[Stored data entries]
⟨
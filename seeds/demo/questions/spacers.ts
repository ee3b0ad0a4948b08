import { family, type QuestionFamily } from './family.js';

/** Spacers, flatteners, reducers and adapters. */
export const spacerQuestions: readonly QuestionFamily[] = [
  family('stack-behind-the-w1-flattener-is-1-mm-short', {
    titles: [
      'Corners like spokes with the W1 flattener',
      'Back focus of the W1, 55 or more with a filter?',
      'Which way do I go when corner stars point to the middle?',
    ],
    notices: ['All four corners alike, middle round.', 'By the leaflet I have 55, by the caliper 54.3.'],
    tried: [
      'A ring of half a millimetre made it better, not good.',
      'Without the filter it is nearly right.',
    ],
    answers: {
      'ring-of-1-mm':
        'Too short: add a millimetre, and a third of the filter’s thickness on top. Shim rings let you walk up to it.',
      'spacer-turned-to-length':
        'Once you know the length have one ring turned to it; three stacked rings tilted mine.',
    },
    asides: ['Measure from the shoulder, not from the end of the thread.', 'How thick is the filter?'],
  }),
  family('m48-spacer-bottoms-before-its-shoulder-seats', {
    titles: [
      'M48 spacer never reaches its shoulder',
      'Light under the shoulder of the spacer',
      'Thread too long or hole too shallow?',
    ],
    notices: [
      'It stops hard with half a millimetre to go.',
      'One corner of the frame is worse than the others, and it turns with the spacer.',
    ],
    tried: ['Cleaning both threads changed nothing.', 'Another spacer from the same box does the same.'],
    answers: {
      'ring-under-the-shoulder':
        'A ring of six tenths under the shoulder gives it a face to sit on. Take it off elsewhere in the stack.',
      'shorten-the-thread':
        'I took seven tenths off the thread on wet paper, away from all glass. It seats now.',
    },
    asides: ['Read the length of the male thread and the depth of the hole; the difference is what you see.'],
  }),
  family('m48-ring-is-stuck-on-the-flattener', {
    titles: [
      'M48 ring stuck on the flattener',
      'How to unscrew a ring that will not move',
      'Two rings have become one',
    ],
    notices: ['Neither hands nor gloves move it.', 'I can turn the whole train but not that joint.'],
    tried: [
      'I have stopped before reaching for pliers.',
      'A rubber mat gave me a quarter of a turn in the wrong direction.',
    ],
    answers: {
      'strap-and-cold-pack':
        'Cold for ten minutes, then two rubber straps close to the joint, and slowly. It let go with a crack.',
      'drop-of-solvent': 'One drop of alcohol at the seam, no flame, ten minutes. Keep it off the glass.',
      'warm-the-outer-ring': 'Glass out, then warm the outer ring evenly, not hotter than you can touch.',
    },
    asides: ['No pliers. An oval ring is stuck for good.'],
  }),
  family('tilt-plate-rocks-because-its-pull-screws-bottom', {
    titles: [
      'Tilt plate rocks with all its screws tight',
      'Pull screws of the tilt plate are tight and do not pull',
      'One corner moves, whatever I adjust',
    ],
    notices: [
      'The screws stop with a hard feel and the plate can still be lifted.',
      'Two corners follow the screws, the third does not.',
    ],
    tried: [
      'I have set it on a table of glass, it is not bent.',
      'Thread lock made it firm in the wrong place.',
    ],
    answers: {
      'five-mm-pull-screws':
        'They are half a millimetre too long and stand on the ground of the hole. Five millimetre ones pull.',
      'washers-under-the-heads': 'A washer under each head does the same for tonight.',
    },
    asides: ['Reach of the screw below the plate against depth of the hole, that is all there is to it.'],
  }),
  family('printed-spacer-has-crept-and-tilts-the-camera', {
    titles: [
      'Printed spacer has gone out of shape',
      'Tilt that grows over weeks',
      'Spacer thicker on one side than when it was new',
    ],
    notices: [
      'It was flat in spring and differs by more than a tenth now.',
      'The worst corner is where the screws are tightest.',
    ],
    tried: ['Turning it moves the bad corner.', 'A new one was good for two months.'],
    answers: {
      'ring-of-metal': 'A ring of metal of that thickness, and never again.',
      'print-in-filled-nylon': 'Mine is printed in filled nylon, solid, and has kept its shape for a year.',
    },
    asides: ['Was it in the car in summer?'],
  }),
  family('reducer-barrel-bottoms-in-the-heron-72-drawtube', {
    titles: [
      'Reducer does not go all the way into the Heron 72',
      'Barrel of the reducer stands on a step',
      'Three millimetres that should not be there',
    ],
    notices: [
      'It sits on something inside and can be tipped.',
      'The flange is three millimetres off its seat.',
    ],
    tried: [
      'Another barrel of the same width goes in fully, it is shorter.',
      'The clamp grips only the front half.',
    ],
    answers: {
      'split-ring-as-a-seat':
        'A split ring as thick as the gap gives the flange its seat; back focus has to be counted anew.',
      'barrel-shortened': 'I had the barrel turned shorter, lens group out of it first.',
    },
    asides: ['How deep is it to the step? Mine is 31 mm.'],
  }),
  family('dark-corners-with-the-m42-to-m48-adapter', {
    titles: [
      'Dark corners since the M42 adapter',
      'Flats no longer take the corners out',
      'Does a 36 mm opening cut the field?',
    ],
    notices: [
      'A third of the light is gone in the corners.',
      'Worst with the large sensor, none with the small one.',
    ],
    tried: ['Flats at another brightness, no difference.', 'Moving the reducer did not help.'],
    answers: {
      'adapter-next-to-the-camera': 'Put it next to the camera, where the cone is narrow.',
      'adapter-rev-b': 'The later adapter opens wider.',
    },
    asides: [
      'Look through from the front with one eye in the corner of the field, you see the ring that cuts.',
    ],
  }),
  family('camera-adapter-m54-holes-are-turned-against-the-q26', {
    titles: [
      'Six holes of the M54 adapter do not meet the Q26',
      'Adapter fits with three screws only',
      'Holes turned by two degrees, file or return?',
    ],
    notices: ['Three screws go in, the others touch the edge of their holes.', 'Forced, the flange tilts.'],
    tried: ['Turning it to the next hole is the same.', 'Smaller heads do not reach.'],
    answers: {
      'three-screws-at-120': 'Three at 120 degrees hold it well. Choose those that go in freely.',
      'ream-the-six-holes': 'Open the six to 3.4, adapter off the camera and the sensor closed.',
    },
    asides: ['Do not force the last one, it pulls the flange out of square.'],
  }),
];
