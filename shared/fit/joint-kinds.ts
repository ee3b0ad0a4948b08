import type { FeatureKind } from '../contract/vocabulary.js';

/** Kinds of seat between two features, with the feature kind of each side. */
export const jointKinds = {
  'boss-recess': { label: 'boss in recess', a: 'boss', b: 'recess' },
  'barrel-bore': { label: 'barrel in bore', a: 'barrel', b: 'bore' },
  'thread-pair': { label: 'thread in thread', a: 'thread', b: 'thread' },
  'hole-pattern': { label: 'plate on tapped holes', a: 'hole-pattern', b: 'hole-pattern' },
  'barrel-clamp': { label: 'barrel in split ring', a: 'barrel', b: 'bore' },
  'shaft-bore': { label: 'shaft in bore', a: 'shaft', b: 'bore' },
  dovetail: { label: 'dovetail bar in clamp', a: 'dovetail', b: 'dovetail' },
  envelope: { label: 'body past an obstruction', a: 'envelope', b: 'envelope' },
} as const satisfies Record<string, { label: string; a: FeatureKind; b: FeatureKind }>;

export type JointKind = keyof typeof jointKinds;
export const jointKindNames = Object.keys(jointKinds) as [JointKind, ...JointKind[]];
⟩
Exercise description:
Quote every line from the beginning of the entries up to and including the line that contains "focus of the".

Answer to the exercise:
filename seeds/demo/questions/spacers.ts
repository ee3b0ad0a4948b08
import { family, type QuestionFamily } from './family.js';

/** Spacers, flatteners, reducers and adapters. */
export const spacerQuestions: readonly QuestionFamily[] = [
  family('stack-behind-the-w1-flattener-is-1-mm-short', {
    titles: [
      'Corners like spokes with the W1 flattener',
      'Back focus of the W1, 55 or more with a filter?',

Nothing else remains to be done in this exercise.